**Provided material**.
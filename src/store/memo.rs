//! A read-through memo of the three small reads every plan request makes
//! (the caller's token, the team, the team's input version), so that a
//! cached plan is served without a database round trip.
//!
//! Correctness rests on one counter: every committed write transaction of
//! this process ([`super::Tx::commit`]) bumps it after the commit is visible,
//! and a memo entry is valid only while the counter still has the value it
//! had *before* the entry was read from the database. A read that raced a
//! write is therefore never reused. Entries also expire after [`MAX_AGE`],
//! so a change made by another process on the live database (the
//! `glycoweek token revoke` command) is seen within that time; through the
//! API, at once.
//!
//! Each memo holds at most [`MAX_ENTRIES`] small entries (a token's id, role
//! and team; a team row; a number), well under a megabyte in all, and is
//! emptied when full.

use std::collections::HashMap;
use std::hash::Hash;
use std::sync::Mutex;
use std::sync::atomic::{AtomicU64, Ordering};
use std::time::{Duration, Instant};

use uuid::Uuid;

use crate::domain::team::Team;
use crate::domain::token::TokenInfo;

/// Entries per memo.
pub const MAX_ENTRIES: usize = 4096;
/// Longest an entry is trusted without asking the database again.
pub const MAX_AGE: Duration = Duration::from_secs(1);

struct Entry<V> {
    value: V,
    generation: u64,
    read_at: Instant,
}

struct Memo<K, V> {
    entries: Mutex<HashMap<K, Entry<V>>>,
}

impl<K: Eq + Hash, V: Clone> Memo<K, V> {
    fn new() -> Self {
        Self {
            entries: Mutex::new(HashMap::new()),
        }
    }

    fn get(&self, key: &K, generation: u64) -> Option<V> {
        let entries = self.entries.lock().unwrap_or_else(|p| p.into_inner());
        let entry = entries.get(key)?;
        let fresh = entry.read_at.elapsed() < MAX_AGE;
        (entry.generation == generation && fresh).then(|| entry.value.clone())
    }

    fn put(&self, key: K, value: V, generation: u64, read_at: Instant) {
        let mut entries = self.entries.lock().unwrap_or_else(|p| p.into_inner());
        if entries.len() >= MAX_ENTRIES {
            entries.clear();
        }
        entries.insert(
            key,
            Entry {
                value,
                generation,
                read_at,
            },
        );
    }
}

/// The memo of one database.
pub struct ReadMemo {
    writes: AtomicU64,
    tokens: Memo<Vec<u8>, Option<TokenInfo>>,
    teams: Memo<Uuid, Option<Team>>,
    versions: Memo<Uuid, i64>,
}

impl std::fmt::Debug for ReadMemo {
    fn fmt(&self, f: &mut std::fmt::Formatter<'_>) -> std::fmt::Result {
        f.debug_struct("ReadMemo")
            .field("writes", &self.writes.load(Ordering::Relaxed))
            .finish_non_exhaustive()
    }
}

impl Default for ReadMemo {
    fn default() -> Self {
        Self {
            writes: AtomicU64::new(0),
            tokens: Memo::new(),
            teams: Memo::new(),
            versions: Memo::new(),
        }
    }
}

/// What a read must remember to store its result: the write counter and
/// the time before it asked the database.
#[derive(Clone, Copy)]
pub struct Ticket {
    generation: u64,
    read_at: Instant,
}

impl ReadMemo {
    /// Called after every committed write.
    pub fn wrote(&self) {
        self.writes.fetch_add(1, Ordering::SeqCst);
    }

    /// Taken before a database read whose result may be memoised.
    pub fn ticket(&self) -> Ticket {
        Ticket {
            generation: self.writes.load(Ordering::SeqCst),
            read_at: Instant::now(),
        }
    }

    fn current(&self) -> u64 {
        self.writes.load(Ordering::SeqCst)
    }

    pub fn token(&self, hash: &Vec<u8>) -> Option<Option<TokenInfo>> {
        self.tokens.get(hash, self.current())
    }

    pub fn put_token(&self, ticket: Ticket, hash: Vec<u8>, info: Option<TokenInfo>) {
        self.tokens
            .put(hash, info, ticket.generation, ticket.read_at);
    }

    pub fn team(&self, id: Uuid) -> Option<Option<Team>> {
        self.teams.get(&id, self.current())
    }

    pub fn put_team(&self, ticket: Ticket, id: Uuid, team: Option<Team>) {
        self.teams.put(id, team, ticket.generation, ticket.read_at);
    }

    pub fn version(&self, team: Uuid) -> Option<i64> {
        self.versions.get(&team, self.current())
    }

    pub fn put_version(&self, ticket: Ticket, team: Uuid, version: i64) {
        self.versions
            .put(team, version, ticket.generation, ticket.read_at);
    }
}

#[cfg(test)]
mod tests {
    use super::*;

    #[test]
    fn a_read_that_raced_a_write_is_never_reused() {
        let memo = ReadMemo::default();
        let team = Uuid::now_v7();
        let before = memo.ticket();
        // A write commits while the read is in flight.
        memo.wrote();
        memo.put_version(before, team, 7);
        assert_eq!(
            memo.version(team),
            None,
            "the racing read must be asked again"
        );
        let after = memo.ticket();
        memo.put_version(after, team, 8);
        assert_eq!(memo.version(team), Some(8));
        memo.wrote();
        assert_eq!(memo.version(team), None, "any later write invalidates it");
    }

    #[test]
    fn entries_are_asked_again_after_their_maximum_age() {
        let memo = ReadMemo::default();
        let old = Ticket {
            generation: 0,
            read_at: Instant::now() - MAX_AGE - Duration::from_millis(1),
        };
        memo.put_token(old, vec![1], None);
        assert!(memo.token(&vec![1]).is_none());
        memo.put_token(memo.ticket(), vec![2], None);
        assert_eq!(memo.token(&vec![2]).map(|t| t.is_none()), Some(true));
    }
}
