//! Athletes and their dated body-mass readings.

use chrono::NaiveDate;
use tracing::instrument;
use uuid::Uuid;

use super::audit::{self, Action, Actor, Entry};
use super::{Db, Precondition, Write, from_json, label, now_text, parse_instant, to_json};
use crate::domain::athlete::{
    Athlete, AthleteInput, AthleteStatus, BodyMass, BodyMassInput, LatestBodyMass,
};
use crate::domain::label_of;

struct AthleteRow {
    id: String,
    team_id: String,
    display_name: String,
    sex: String,
    date_of_birth: String,
    height_cm: f64,
    body_fat_percent: Option<f64>,
    fat_free_mass_kg: Option<f64>,
    vo2max: Option<String>,
    hr_max: Option<f64>,
    hr_rest: Option<f64>,
    training_status: String,
    position_group: Option<String>,
    goal: String,
    goal_rate_kg_per_week: Option<f64>,
    dietary_notes: Option<String>,
    care_flags: String,
    status: String,
    version: i64,
    created_at: String,
    updated_at: String,
    latest_mass_kg: Option<f64>,
    latest_mass_on: Option<String>,
}

impl AthleteRow {
    fn into_athlete(self) -> Result<Athlete, sqlx::Error> {
        let latest_body_mass = match (self.latest_mass_kg, self.latest_mass_on) {
            (Some(kg), Some(on)) => Some(LatestBodyMass {
                body_mass_kg: kg,
                measured_on: super::date(&on)?,
            }),
            _ => None,
        };
        Ok(Athlete {
            id: super::uuid(&self.id)?,
            team_id: super::uuid(&self.team_id)?,
            display_name: self.display_name,
            sex: label(&self.sex)?,
            date_of_birth: super::date(&self.date_of_birth)?,
            height_cm: self.height_cm,
            body_fat_percent: self.body_fat_percent,
            fat_free_mass_kg: self.fat_free_mass_kg,
            vo2max: self.vo2max.as_deref().map(from_json).transpose()?,
            hr_max: self.hr_max,
            hr_rest: self.hr_rest,
            training_status: label(&self.training_status)?,
            position_group: self.position_group,
            goal: label(&self.goal)?,
            goal_rate_kg_per_week: self.goal_rate_kg_per_week,
            dietary_notes: self.dietary_notes,
            health_flags: from_json(&self.care_flags)?,
            status: label(&self.status)?,
            latest_body_mass,
            version: self.version,
            created_at: parse_instant(&self.created_at)?,
            updated_at: parse_instant(&self.updated_at)?,
        })
    }
}
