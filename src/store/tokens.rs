//! API tokens. Only the SHA-256 of a secret is stored; the secret is shown
//! once, when created.

use rand::RngCore;
use sha2::{Digest, Sha256};
use tracing::instrument;
use uuid::Uuid;

use super::audit::{self, Action, Actor, Entry};
use super::{Db, Write, label, now_text, parse_instant};
use crate::domain::label_of;
use crate::domain::token::{CreatedToken, Role, TokenInfo, TokenInput};

/// Secrets start with a fixed prefix so they are easy to spot in a leak scan.
pub const SECRET_PREFIX: &str = "gwk_";

pub fn hash_secret(secret: &str) -> Vec<u8> {
    Sha256::digest(secret.as_bytes()).to_vec()
}

fn new_secret() -> String {
    let mut bytes = [0u8; 32];
    rand::rng().fill_bytes(&mut bytes);
    format!("{SECRET_PREFIX}{}", hex::encode(bytes))
}

struct TokenRow {
    id: String,
    label: String,
    role: String,
    team_id: Option<String>,
    created_at: String,
    revoked_at: Option<String>,
}

impl TokenRow {
    fn into_info(self) -> Result<TokenInfo, sqlx::Error> {
        Ok(TokenInfo {
            id: super::uuid(&self.id)?,
            label: self.label,
            role: label(&self.role)?,
            team_id: self.team_id.as_deref().map(super::uuid).transpose()?,
            created_at: parse_instant(&self.created_at)?,
            revoked_at: self.revoked_at.as_deref().map(parse_instant).transpose()?,
        })
    }
}

#[instrument(skip_all)]
pub async fn create(
    db: &Db,
    actor: Actor,
    input: &TokenInput,
) -> Result<CreatedToken, sqlx::Error> {
    let id = Uuid::now_v7();
    let id_text = id.to_string();
    let secret = new_secret();
    let hash = hash_secret(&secret);
    let role = label_of(&input.role);
    let team = input.team_id.map(|t| t.to_string());
    let now = now_text();
    let mut tx = db.begin_write().await?;
    sqlx::query!(
        "INSERT INTO api_tokens (id, label, role, team_id, token_hash, created_at) VALUES (?, ?, ?, ?, ?, ?)",
        id_text,
        input.label,
        role,
        team,
        hash,
        now
    )
    .execute(&mut *tx)
    .await?;
    let info = fetch_in(&mut tx, id)
        .await?
        .ok_or(sqlx::Error::RowNotFound)?;
    audit::record(
        &mut tx,
        actor,
        Entry {
            team_id: input.team_id,
            action: Action::Create,
            entity_type: "token",
            entity_id: id_text,
            before: None,
            after: Some(serde_json::to_value(&info).unwrap_or_default()),
        },
    )
    .await?;
    tx.commit().await?;
    Ok(CreatedToken { info, secret })
}

async fn fetch_in(
    conn: &mut sqlx::SqliteConnection,
    id: Uuid,
) -> Result<Option<TokenInfo>, sqlx::Error> {
    let id = id.to_string();
    sqlx::query_as!(
        TokenRow,
        "SELECT id, label, role, team_id, created_at, revoked_at FROM api_tokens WHERE id = ?",
        id
    )
    .fetch_optional(conn)
    .await?
    .map(TokenRow::into_info)
    .transpose()
}

#[instrument(skip_all)]
pub async fn get(db: &Db, id: Uuid) -> Result<Option<TokenInfo>, sqlx::Error> {
    let mut conn = db.read.acquire().await?;
    fetch_in(&mut conn, id).await
}

/// The live (not revoked) token with this secret, if any.
#[instrument(skip_all)]
pub async fn authenticate(db: &Db, secret: &str) -> Result<Option<TokenInfo>, sqlx::Error> {
    let hash = hash_secret(secret);
    if let Some(info) = db.memo.token(&hash) {
        return Ok(info);
    }
    let ticket = db.memo.ticket();
    let info = sqlx::query_as!(
        TokenRow,
        "SELECT id, label, role, team_id, created_at, revoked_at FROM api_tokens
         WHERE token_hash = ? AND revoked_at IS NULL",
        hash
    )
    .fetch_optional(&db.read)
    .await?
    .map(TokenRow::into_info)
    .transpose()?;
    db.memo.put_token(ticket, hash, info.clone());
    Ok(info)
}

#[instrument(skip_all)]
pub async fn list(
    db: &Db,
    team: Option<Uuid>,
    after: Option<Uuid>,
    limit: u32,
) -> Result<Vec<TokenInfo>, sqlx::Error> {
    let team = team.map(|t| t.to_string());
    let after = after.map(|t| t.to_string()).unwrap_or_default();
    let limit = i64::from(limit) + 1;
    sqlx::query_as!(
        TokenRow,
        "SELECT id, label, role, team_id, created_at, revoked_at FROM api_tokens
         WHERE id > ? AND (? IS NULL OR team_id = ?) ORDER BY id LIMIT ?",
        after,
        team,
        team,
        limit
    )
    .fetch_all(&db.read)
    .await?
    .into_iter()
    .map(TokenRow::into_info)
    .collect()
}

/// Revokes a token at once; revoking twice is harmless.
#[instrument(skip_all)]
pub async fn revoke(db: &Db, actor: Actor, id: Uuid) -> Result<Write<TokenInfo>, sqlx::Error> {
    let mut tx = db.begin_write().await?;
    let Some(before) = fetch_in(&mut tx, id).await? else {
        return Ok(Write::NotFound);
    };
    let id_text = id.to_string();
    let now = now_text();
    sqlx::query!(
        "UPDATE api_tokens SET revoked_at = COALESCE(revoked_at, ?) WHERE id = ?",
        now,
        id_text
    )
    .execute(&mut *tx)
    .await?;
    let after = fetch_in(&mut tx, id)
        .await?
        .ok_or(sqlx::Error::RowNotFound)?;
    audit::record(
        &mut tx,
        actor,
        Entry {
            team_id: before.team_id,
            action: Action::Revoke,
            entity_type: "token",
            entity_id: id_text,
            before: Some(serde_json::to_value(&before).unwrap_or_default()),
            after: Some(serde_json::to_value(&after).unwrap_or_default()),
        },
    )
    .await?;
    tx.commit().await?;
    Ok(Write::Done(after))
}

/// Number of live admin tokens (the first start creates one when zero).
pub async fn count_live_admins(db: &Db) -> Result<i64, sqlx::Error> {
    let n = sqlx::query_scalar!(
        r#"SELECT COUNT(*) as "n!: i64" FROM api_tokens WHERE role = 'admin' AND revoked_at IS NULL"#
    )
    .fetch_one(&db.read)
    .await?;
    Ok(n)
}

/// Whether any token was ever created (so a revoked-everything database does
/// not silently mint a new admin on restart).
pub async fn any_token(db: &Db) -> Result<bool, sqlx::Error> {
    let n = sqlx::query_scalar!(r#"SELECT COUNT(*) as "n!: i64" FROM api_tokens"#)
        .fetch_one(&db.read)
        .await?;
    Ok(n > 0)
}

pub fn role_of(info: &TokenInfo) -> Role {
    info.role
}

**Instructions to follow**. Repeat every line exactly, starting with the first line of the entries, and stop once the line containing "write is therefore" has been given.

**Response**.
filename src/store/memo.rs
//! A read-through memo of the three small reads every plan request makes
//! (the caller's token, the team, the team's input version), so that a
//! cached plan is served without a database round trip.
//!
//! Correctness rests on one counter: every committed write transaction of
//! this process ([`super::Tx::commit`]) bumps it after the commit is visible,
//! and a memo entry is valid only while the counter still has the value it
//! had *before* the entry was read from the database. A read that raced a
//! write is therefore never reused. Entries also expire after [`MAX_AGE`],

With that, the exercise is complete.